A district court in Arizona recently issued a published decision limiting the use of the Computer Fraud and Abuse Act (“CFAA”) by employers who have been the victim of electronic data theft by their former employees. In Shamrock Foods v. Gast, --- F.Supp.2d ----, 2008 WL 450556 (D.Ariz.), the district court held that a departing employee’s transmittal of confidential information to his personal e-mail account prior to his resignation did not give rise to a cause of action under CFAA.
According to the employer’s complaint, the employee, who had executed a confidentiality agreement with the employer, allegedly e-mailed numerous company confidential and proprietary files to his personal e-mail account shortly after the employee had begun employment negotiations with a competitor. The day after he sent the company material to his personal e-mail account he allegedly told his manager that he was considering leaving the company and shortly thereafter informed the company that he was joining a direct competitor.
In its complaint, the company alleged that the employee was acting as an agent of the competitor when he assessed and e-mailed the confidential information. The company further alleged that he provided the information to the competitor and that the competitor was using the information to the company’s detriment.
The company brought suit in federal court asserting CFAA claims under 18 U.S.C. § 1030(a)(2), (4), and (5)(iii), as well as state law misappropriation claims. The employee and the competitor moved to dismiss the CFAA claims for failure to state a claim.

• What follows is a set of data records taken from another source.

package floor

import (
	"cmp"
	"encoding/binary"
	"math/bits"
	"slices"

	"example.com/wideberth/mapstore/geom"
)

// paint finds the cells whose closed square meets a polygon, interior or border,
// exactly: the cells that an edge touches, and, row by row, the runs between
// them that lie inside by even-odd counting of the edges to their left.
// Coordinates are whole micrometres from the floor's lower left corner.
type paint struct {
	cells CellRect // that the polygon's bounds touch
	res   int64
	edges []paintEdge // by first row
}

// paintEdge runs upward or level, and touches rows r0 to r1.
type paintEdge struct {
	x0, y0, x1, y1 int64
	r0, r1         int
}

func newPaint(s Settings, chains [][]geom.Point) *paint {
	p := &paint{
		cells: s.TouchedCells(NewPolygon(chains, 0).Bounds()),
		res:   s.ResolutionUm,
	}
	for a, b := range NewPolygon(chains, 0).Edges {
		e := paintEdge{
			x0: int64(a.X) - s.OriginX, y0: int64(a.Y) - s.OriginY,
			x1: int64(b.X) - s.OriginX, y1: int64(b.Y) - s.OriginY,
		}
		if e.y0 > e.y1 {
			e.x0, e.y0, e.x1, e.y1 = e.x1, e.y1, e.x0, e.y0
		}
		e.r0 = max(p.cells.Y0, int((e.y0+p.res-1)/p.res)-1)
		e.r1 = min(p.cells.Y1-1, int(e.y1/p.res))
		p.edges = append(p.edges, e)
	}
	slices.SortStableFunc(p.edges, func(a, b paintEdge) int { return cmp.Compare(a.r0, b.r0) })
	return p
}

// steps is how much work paint will be: for each edge the rows that it passes,
// and for the polygon its rows times its columns of blocks.
func (p *paint) steps() int64 {
	n := int64(p.cells.Y1-p.cells.Y0) * int64((p.cells.X1-1)/BlockSize-p.cells.X0/BlockSize+1)
	for _, e := range p.edges {
		n += int64(e.r1 - e.r0 + 1)
	}
	return n
}

// run are columns c0 to c1; in a paint's list, those an edge touches in one row, and
// whether the edge crosses the row's lower line.
type run struct {
	c0, c1  int
	crosses bool
}

func (p *paint) paint(t *tree, v Occupancy) {
	bx0, bx1 := p.cells.X0/BlockSize, (p.cells.X1-1)/BlockSize
	masks := make([][BlockSize]uint64, bx1-bx0+1)
	var active []paintEdge
	var runs []run
	next := 0
	for row := p.cells.Y0; row < p.cells.Y1; row++ {
		for ; next < len(p.edges) && p.edges[next].r0 <= row; next++ {
			active = append(active, p.edges[next])
		}
		active = slices.DeleteFunc(active, func(e paintEdge) bool { return e.r1 < row })
		runs = runs[:0]
		for _, e := range active {
			runs = append(runs, e.touched(row, p.res))
		}
		for _, r := range fillRuns(runs) {
			c0, c1 := max(r.c0, p.cells.X0), min(r.c1, p.cells.X1-1)
			for bx := c0 / BlockSize; bx <= c1/BlockSize; bx++ {
				x := bx * BlockSize
				masks[bx-bx0][row%BlockSize] |= lowBits(c1+1-x) &^ lowBits(c0-x)
			}
		}
		if row%BlockSize == BlockSize-1 || row == p.cells.Y1-1 {
			by := row / BlockSize
			for i := range masks {
				t.editBlock(bx0+i, by, func(n *node) *node { return t.maskNode(n, bx0+i, by, &masks[i], v) })
			}
			clear(masks)
		}
	}
}

// touched are the columns whose closed cells in row the edge touches; they may
// lie beyond the floor.
func (e *paintEdge) touched(row int, res int64) run {
	lower, upper := int64(row)*res, int64(row+1)*res
	var left, right int64 // the leftmost x rounded up, the rightmost rounded down
	if e.y0 == e.y1 {
		left, right = min(e.x0, e.x1), max(e.x0, e.x1)
	} else {
		f0, c0 := e.xAt(max(e.y0, lower))
		f1, c1 := e.xAt(min(e.y1, upper))
		left, right = min(c0, c1), max(f0, f1)
	}
	return run{
		c0:      int((left+res-1)/res) - 1,
		c1:      int(right / res),
		crosses: (e.y0 > lower) != (e.y1 > lower),
	}
}

// xAt is where the edge is at height y, rounded down and up. The product takes up
// to 80 bits.
func (e *paintEdge) xAt(y int64) (down, up int64) {
	dx := e.x1 - e.x0
	hi, lo := bits.Mul64(uint64(max(dx, -dx)), uint64(y-e.y0))
	q, rem := bits.Div64(hi, lo, uint64(e.y1-e.y0))
	d, u := int64(q), int64(q)
	if rem > 0 {
		u++
	}
	if dx < 0 {
		d, u = -u, -d
	}
	return e.x0 + d, e.x0 + u
}

// fillRuns turns what the edges touch in a row into what the polygon meets: the
// touched columns and those between them that lie inside. It works in place.
func fillRuns(runs []run) []run {
	slices.SortFunc(runs, func(a, b run) int { return cmp.Compare(a.c0, b.c0) })
	out := runs[:0]
	inside := false
	for _, r := range runs {
		if n := len(out); n > 0 && (inside || r.c0 <= out[n-1].c1+1) {
			out[n-1].c1 = max(out[n-1].c1, r.c1)
		} else {
			out = append(out, run{c0: r.c0, c1: r.c1})
		}
		inside = inside != r.crosses
	}
	return out
}

// putCells writes two-bit cells of r, which lies on the floor.
func (t *tree) putCells(r CellRect, cells []byte) {
	width := int64(r.X1 - r.X0)
	for by := r.Y0 / BlockSize; by <= (r.Y1-1)/BlockSize; by++ {
		for bx := r.X0 / BlockSize; bx <= (r.X1-1)/BlockSize; bx++ {
			part := t.area(0, bx, by).Intersect(r)
			x := bx * BlockSize
			mask := lowBits(part.X1-x) &^ lowBits(part.X0-x)
			var put blockCells
			for row := part.Y0; row < part.Y1; row++ {
				at := int64(row-r.Y0)*width + int64(part.X0-r.X0)
				o, u := unpackCells(cells, at)
				put.occupied[row%BlockSize] = o << (part.X0 - x) & mask
				put.unknown[row%BlockSize] = u << (part.X0 - x) & mask
			}
			t.editBlock(bx, by, func(n *node) *node { return t.writeRows(n, bx, by, part, mask, &put) })
		}
	}
}

// writeRows replaces the cells that mask names in the rows of part by those of put.
func (t *tree) writeRows(n *node, bx, by int, part CellRect, mask uint64, put *blockCells) *node {
	old := t.writable(n, 0, bx, by)
	y0, y1 := part.Y0-by*BlockSize, part.Y1-by*BlockSize
	changed := false
	for y := y0; y < y1; y++ {
		changed = changed || old.cells.occupied[y]&mask != put.occupied[y] || old.cells.unknown[y]&mask != put.unknown[y]
		old.cells.occupied[y] = old.cells.occupied[y]&^mask | put.occupied[y]
		old.cells.unknown[y] = old.cells.unknown[y]&^mask | put.unknown[y]
	}
	if !changed {
		return n
	}
	return old
}

// appendCells appends the two-bit cells of r, which lies on the floor.
func (t *tree) appendCells(dst []byte, r CellRect) []byte {
	base := len(dst)
	dst = append(dst, make([]byte, packedLen(r))...)
	cells := dst[base:]
	width := int64(r.X1 - r.X0)
	for by := r.Y0 / BlockSize; by*BlockSize < r.Y1; by++ {
		for bx := r.X0 / BlockSize; bx*BlockSize < r.X1; bx++ {
			n := t.leaf(bx, by)
			if n.uniform() && n.fill == Free {
				continue
			}
			part := t.area(0, bx, by).Intersect(r)
			x := bx * BlockSize
			mask := lowBits(part.X1 - part.X0)
			for row := part.Y0; row < part.Y1; row++ {
				var o, u uint64
				switch {
				case n.cells != nil:
					o = n.cells.occupied[row%BlockSize] >> (part.X0 - x)
					u = n.cells.unknown[row%BlockSize] >> (part.X0 - x)
				case n.fill == Occupied:
					o = ^uint64(0)
				default:
					u = ^uint64(0)
				}
				packCells(cells, int64(row-r.Y0)*width+int64(part.X0-r.X0), o&mask, u&mask)
			}
		}
	}
	return dst
}

// unpackCells reads up to 64 two-bit cells from cell at on; beyond the end all is
// free.
func unpackCells(cells []byte, at int64) (occupied, unknown uint64) {
	var buf [24]byte
	copy(buf[:17], cells[at/4:])
	shift := at % 4 * 2
	lo, mid, hi := binary.LittleEndian.Uint64(buf[:]), binary.LittleEndian.Uint64(buf[8:]), uint64(buf[16])
	if shift > 0 {
		lo = lo>>shift | mid<<(64-shift)
		mid = mid>>shift | hi<<(64-shift)
	}
	return evenBits(lo) | evenBits(mid)<<32, evenBits(lo>>1) | evenBits(mid>>1)<<32
}

// packCells sets cells that are free so far, from cell at on.
func packCells(cells []byte, at int64, occupied, unknown uint64) {
	lo := spreadBits(occupied&0xffffffff) | spreadBits(unknown&0xffffffff)<<1
	hi := spreadBits(occupied>>32) | spreadBits(unknown>>32)<<1
	shift := at % 4 * 2
	var buf [24]byte
	binary.LittleEndian.PutUint64(buf[:], lo<<shift)
	binary.LittleEndian.PutUint64(buf[8:], hi<<shift|lo>>1>>(63-shift))
	buf[16] = byte(hi >> 1 >> (63 - shift))
	for i, v := range buf[:17] {
		if v != 0 {
			cells[at/4+int64(i)] |= v
		}
	}
}

// evenBits gathers bits 0, 2, 4 ... into bits 0, 1, 2 ...
func evenBits(x uint64) uint64 {
	x &= 0x5555555555555555
	x = (x | x>>1) & 0x3333333333333333
	x = (x | x>>2) & 0x0f0f0f0f0f0f0f0f
	x = (x | x>>4) & 0x00ff00ff00ff00ff
	x = (x | x>>8) & 0x0000ffff0000ffff
	return (x | x>>16) & 0x00000000ffffffff
}

// spreadBits is the reverse of evenBits.
func spreadBits(x uint64) uint64 {
	x = (x | x<<16) & 0x0000ffff0000ffff
	x = (x | x<<8) & 0x00ff00ff00ff00ff
	x = (x | x<<4) & 0x0f0f0f0f0f0f0f0f
	x = (x | x<<2) & 0x3333333333333333
	return (x | x<<1) & 0x5555555555555555
}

The district court granted the motion to dismiss concluding that 1) a violation for accessing a protected computer “without authorization” occurs only when the initial access is not permitted; and 2) an “exceeds authorized access” violation occurs only when initial access to a protected computer is permitted but the access of certain information is not permitted.

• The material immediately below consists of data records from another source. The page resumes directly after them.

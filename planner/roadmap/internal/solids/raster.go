package solids

import (
	"example.com/wideberth/mapstore/floor"
)

// Raster is which cells of a floor are solid, as bits. What lies beyond the floor is solid
// unless the border is open. Whoever has it may fill gaps before tracing it.
type Raster struct {
	cols, rows int
	open       bool
	words      int        // a row; the last holds only cells beyond the floor
	bits       [][]uint64 // by row; bit i of word w is column 64·w + i
	settings   floor.Settings
}

// ReadRaster takes the cells of m.
func ReadRaster(m *floor.Map) *Raster {
	s := m.Settings()
	r := &Raster{cols: s.Columns, rows: s.Rows, open: s.OpenBorder, settings: s}
	r.words = (s.Columns+floor.BlockSize-1)/floor.BlockSize + 1
	all := make([]uint64, r.words*s.Rows)
	r.bits = make([][]uint64, s.Rows)
	for y := range r.bits {
		r.bits[y] = all[y*r.words : (y+1)*r.words]
	}
	edge := s.Columns & (floor.BlockSize - 1)
	var buf [floor.BlockSize]uint64
	for by := 0; by*floor.BlockSize < s.Rows; by++ {
		for bx := range r.words {
			m.SolidBits(bx, by, &buf)
			for i := 0; i < floor.BlockSize && by*floor.BlockSize+i < s.Rows; i++ {
				v := buf[i]
				if bx == s.Columns/floor.BlockSize {
					v |= r.beyond() << edge
				} else if bx > s.Columns/floor.BlockSize {
					v = r.beyond()
				}
				r.bits[by*floor.BlockSize+i][bx] = v
			}
		}
	}
	return r
}

// beyond is a word of cells beyond the floor.
func (r *Raster) beyond() uint64 {
	if r.open {
		return 0
	}
	return ^uint64(0)
}

func (r *Raster) outside() []uint64 {
	row := make([]uint64, r.words)
	for i := range row {
		row[i] = r.beyond()
	}
	return row
}

// Solid says whether a cell is solid, those beyond the floor included.
func (r *Raster) Solid(col, row int) bool {
	if col < 0 || row < 0 || col >= r.cols || row >= r.rows {
		return !r.open
	}
	return r.bits[row][col/floor.BlockSize]>>(col%floor.BlockSize)&1 != 0
}

// MaxGap is how many cells wide FillGaps fills at most.
const MaxGap = 62

// FillGaps makes up to gap free cells between two solid ones of a row solid, then the same
// in columns. Time is linear in the bits times gap, in columns times gap squared.
func (r *Raster) FillGaps(gap int) {
	gap = min(gap, MaxGap)
	if gap < 1 {
		return
	}
	fill := make([]uint64, r.words)
	for _, row := range r.bits {
		for w := range row {
			before, here, after := r.beyond(), row[w], r.beyond()
			if w > 0 {
				before = row[w-1]
			}
			if w+1 < len(row) {
				after = row[w+1]
			}
			fill[w] = here
			right := uint64(0) // solid within gap + 1 - a to the right
			for a := gap; a >= 1; a-- {
				b := gap + 1 - a
				right |= here>>b | after<<(64-b)
				fill[w] |= (here<<a | before>>(64-a)) & right
			}
		}
		copy(row, fill)
	}
	out := make([][]uint64, len(r.bits))
	edge := r.outside()
	at := func(y int) []uint64 {
		if y < 0 || y >= len(r.bits) {
			return edge
		}
		return r.bits[y]
	}
	above := make([]uint64, r.words)
	for y := range r.bits {
		row := append([]uint64(nil), r.bits[y]...)
		clear(above)
		for a := gap; a >= 1; a-- {
			up, down := at(y+gap+1-a), at(y-a)
			for w := range row {
				above[w] |= up[w]
				row[w] |= above[w] & down[w]
			}
		}
		out[y] = row
	}
	r.bits = out
}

The court analyzed the CFAA statute in some depth and the specific CFAA claims that the employer brought. The court stated that it is a violation of section 1030(a)(2) when a person “intentionally accesses a computer without authorization or exceeds authorized access, and thereby obtains ... information from any protected computer if the conduct involved an interstate or foreign communication.” Next, the court stated that section 1030(a)(4) is violated when a person “knowingly and with intent to defraud, accesses a protected computer without authorization, or exceeds authorized access, and by means of such conduct furthers the intended fraud and obtains anything of value....” Finally, the court declared that section (a)(5)(A)(iii) is violated when a person “intentionally accesses a protected computer without authorization, and as a result of such conduct, causes damage. . . .”
In sum, the court reasoned that to state a claim under (a)(2) and (a)(4), the employer must allege conduct showing that the employee accessed a protected computer without authorization or exceeded authorized access and under section (a)(5)(A)(iii), the employer must allege conduct showing that the employee accessed a protected computer without authorization.
The competitor and the employee argued the CFAA claims were not actionable because the employee was authorized to access the computer and information at issue. The employer argued that the employee was no longer authorized to access its confidential information once he acquired the improper purpose to use this information to benefit himself and the competitor.
The district court acknowledged that there were two lines of cases interpreting the meaning of “authorization” under the CFAA. According to the court, some courts have applied principles of agency law to the CFAA and have held that an employee accesses a computer “without authorization” whenever the employee, without knowledge of the employer, acquires an adverse interest or is guilty of a serious breach of loyalty. The court cited the following the cases in support of that proposition: Int'l Airport Ctrs., L.L.C. v. Citrin, 440 F.3d 418, 420-421 (7th Cir.2006); ViChip Corp. v. Lee, 438 F.Supp.2d 1087, 1100 (N.D.Cal.2006); Shurgard Storage Ctrs., Inc. v. Safeguard Self Storage, Inc., 119 F.Supp.2d 1121, 1125 (W.D.Wash.2000).
The court also stated that other courts “have opted for a less expansive view, holding that the phrase ‘without authorization’ generally only reaches conduct by outsiders who do not have permission to access the plaintiff's computer in the first place.” The court cited the following cases in support of this contrasting position: Diamond Power Intern., Inc. v. Davidson, Nos. 1:04-CV-0091-RWS-CCH and 1:04-CV-1708-RWS-CCH, 2007 WL 2904119, at *13 (N.D.Ga. Oct.1, 2007); Brett Senior & Assocs., P.C. v. Fitzgerald, No. 06-1412, 2007 WL 2043377, at *2-4 (E.D.Pa. July 13, 2007); Lockheed Martin Corp. v. Speed, No. 6:05-CV-1580-ORL-31, 2006 WL 2683058, at *5 (M.D.Fla. Aug.1, 2006); Int'l Ass'n of Machinists and Aerospace Workers v. Werner-Masuda, 390 F.Supp.2d 479, 495 (D.Md.2005).